[Saved data entries]

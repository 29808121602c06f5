/**
 * The momentum Lipschitz bound of quasienergies (evolution/momentum-lipschitz.ts),
 * checked against a case where it is attained (derived below) and against
 * finite-difference slopes of the computed quasienergies of driven models.
 */
import { describe, expect, it } from 'vitest';
import type { LatticeDrive } from '../../../src/numerics/evolution/drive.ts';
import { quasienergyLipschitz } from '../../../src/numerics/evolution/momentum-lipschitz.ts';
import { FloquetSampler, circularDifference } from '../../../src/numerics/quasienergy-bands.ts';
import { checkerboardDrive } from '../../support/drives/checkerboard.ts';
import { circularHoneycombDrive } from '../../support/drives/honeycomb.ts';
import { qwzDrive } from '../../support/drives/qwz.ts';
import { seededRandom } from '../../support/random.ts';

describe('Lipschitz bound of quasienergies in momentum', () => {
  it('is attained by one orbital hopping to its neighbour: ε = 2tT cos(2πs)/π, slope 4tT (units π/T)', () => {
    // H(s) = t e^{−2πis} + t e^{+2πis} = 2t cos 2πs (the term and its conjugate share the diagonal), T = 0.7, t = 0.9:
    // ε (units π/T) = −(−2t cos 2πs)… the sign is immaterial; |dε/ds| = (T/π)·4πt|sin 2πs| ≤ 4tT, reached at s = 1/4.
    const t = 0.9, period = 0.7;
    const drive: LatticeDrive = {
      dimension: 1, spaceDimension: 1, latticeVectors: [[1]], states: [{ label: 'a', position: [0], charge: 1 }], period,
      segments: [{ duration: period, terms: [{ from: 0, to: 0, offset: [1], amplitude: { re: t, im: 0 }, modulation: { kind: 'constant' } }] }],
    };
    const [bound] = quasienergyLipschitz(drive);
    expect(Math.abs(bound - 4 * t * period)).toBeLessThanOrEqual(1e-14);
    const sampler = new FloquetSampler(drive);
    const h = 1e-6;
    const slope = Math.abs(circularDifference(sampler.at([0.25 + h]).quasienergies[0], sampler.at([0.25 - h]).quasienergies[0])) / (2 * h);
    expect(Math.abs(slope - bound) / bound).toBeLessThan(1e-6);
  });

  const cases: [string, LatticeDrive][] = [
    ['static Qi–Wu–Zhang, m = 1, T = 0.5', qwzDrive(1, 0.5)],
    ['five-step checkerboard, Jτ = 0.4π, Δτ = 0.3', checkerboardDrive({ hopping: 0.4 * Math.PI, offset: 0.3, stepDuration: 1 })],
    ['circularly driven honeycomb, A₀ = 1, ω = 4 (Magnus slices)', circularHoneycombDrive({ hopping: 1, amplitude: 1, frequency: 4 })],
  ];
  for (const [name, drive] of cases) {
    it(`bounds every finite-difference slope of the quasienergies: ${name}`, () => {
      const bound = quasienergyLipschitz(drive);
      const sampler = new FloquetSampler(drive);
      const random = seededRandom(4242);
      const h = 1e-4;
      for (let trial = 0; trial < 40; trial++) {
        const s = [random(), random()];
        for (const d of [0, 1]) {
          const t = s.slice();
          t[d] += h;
          const a = sampler.at(s).quasienergies, b = sampler.at(t).quasienergies;
          // Sorted quasienergies are themselves Lipschitz with the same bound (a sorted list of Lipschitz branches).
          for (let j = 0; j < a.length; j++) {
            const slope = Math.abs(circularDifference(b[j], a[j])) / h;
            expect(slope, `${name}, s = (${s.map((x) => x.toFixed(4))}), direction ${d}`).toBeLessThanOrEqual(bound[d] * (1 + 1e-6) + 1e-6 / h);
          }
        }
      }
    });
  }
});
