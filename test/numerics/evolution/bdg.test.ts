import { describe, expect, it } from 'vitest';
import { blochHamiltonian } from '../../../src/numerics/evolution/bloch.ts';
import { nambuDrive, nambuParticleHole, NambuInputError } from '../../../src/numerics/evolution/bdg.ts';
import { particleHoleResidual } from '../../../src/numerics/symmetry/symmetry-residuals.ts';
import { kitaevChain, twoStepChain } from '../../support/drives/chains.ts';

describe('nambuDrive', () => {
  it('gives the textbook Kitaev BdG matrix (Kitaev, Phys. Usp. 44, 131 (2001), with H = ½Ψ†H_BdGΨ)', () => {
    // Derived by hand: ξ(k) = −2w cos k − μ on the diagonal (±), pairing Δ(e^{−ik} − e^{ik}) = −2iΔ sin k in the (particle, hole) entry.
    const w = 0.7, delta = 0.4, mu = 0.3;
    const drive = kitaevChain(w, delta, mu);
    for (const s of [0, 0.13, 0.5, 0.71]) {
      const k = 2 * Math.PI * s;
      const h = blochHamiltonian(drive, [s], 0.5);
      const xi = -2 * w * Math.cos(k) - mu;
      const tol = 1e-14;
      expect(Math.abs(h.re[0] - xi)).toBeLessThanOrEqual(tol);
      expect(Math.abs(h.re[3] + xi)).toBeLessThanOrEqual(tol);
      expect(Math.abs(h.re[1])).toBeLessThanOrEqual(tol);
      expect(Math.abs(h.im[1] - -2 * delta * Math.sin(k))).toBeLessThanOrEqual(tol);
    }
  });

  it('is particle–hole symmetric with U_C = τ_x ⊗ 1 (residual below 1e-12)', () => {
    const r = particleHoleResidual(kitaevChain(1, 0.6, 0.4), nambuParticleHole(1));
    expect(r.hamiltonian).toBeLessThan(1e-12);
    expect(r.floquet).toBeLessThan(1e-12);
  });

  it('labels holes "h:X" with opposite charge and doubles every normal term', () => {
    const normal = twoStepChain(0.3, 0.4);
    const d = nambuDrive(normal, [[], []]);
    expect(d.states.map((s) => s.label)).toEqual(['A', 'B', 'h:A', 'h:B']);
    expect(d.states.map((s) => s.charge)).toEqual([1, 1, -1, -1]);
    expect(d.segments[1].terms).toHaveLength(2);
    expect(d.segments[1].terms[1]).toMatchObject({ from: 2, to: 3, offset: [-1] });
  });

  it('rejects a wrong number of pairing lists and on-site self-pairing with located messages', () => {
    const normal = twoStepChain(0.3, 0.4);
    expect(() => nambuDrive(normal, [[]])).toThrow(/1 pairing lists for 2 segments/);
    const self = { from: 0, to: 0, offset: [0], amplitude: { re: 1, im: 0 }, modulation: { kind: 'constant' as const } };
    expect(() => nambuDrive(normal, [[self], []])).toThrow(NambuInputError);
    expect(() => nambuDrive(normal, [[self], []])).toThrow(/segment 0, pairing 0/);
  });
});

- [Instructions to follow]: Which lines above run from the one containing "const h = 1e-6;" to the one containing "const cases: [string, LatticeDrive][]"? Give them again exactly, both ends included.

- [Written response]:
    const h = 1e-6;
    const slope = Math.abs(circularDifference(sampler.at([0.25 + h]).quasienergies[0], sampler.at([0.25 - h]).quasienergies[0])) / (2 * h);
    expect(Math.abs(slope - bound) / bound).toBeLessThan(1e-6);
  });

  const cases: [string, LatticeDrive][] = [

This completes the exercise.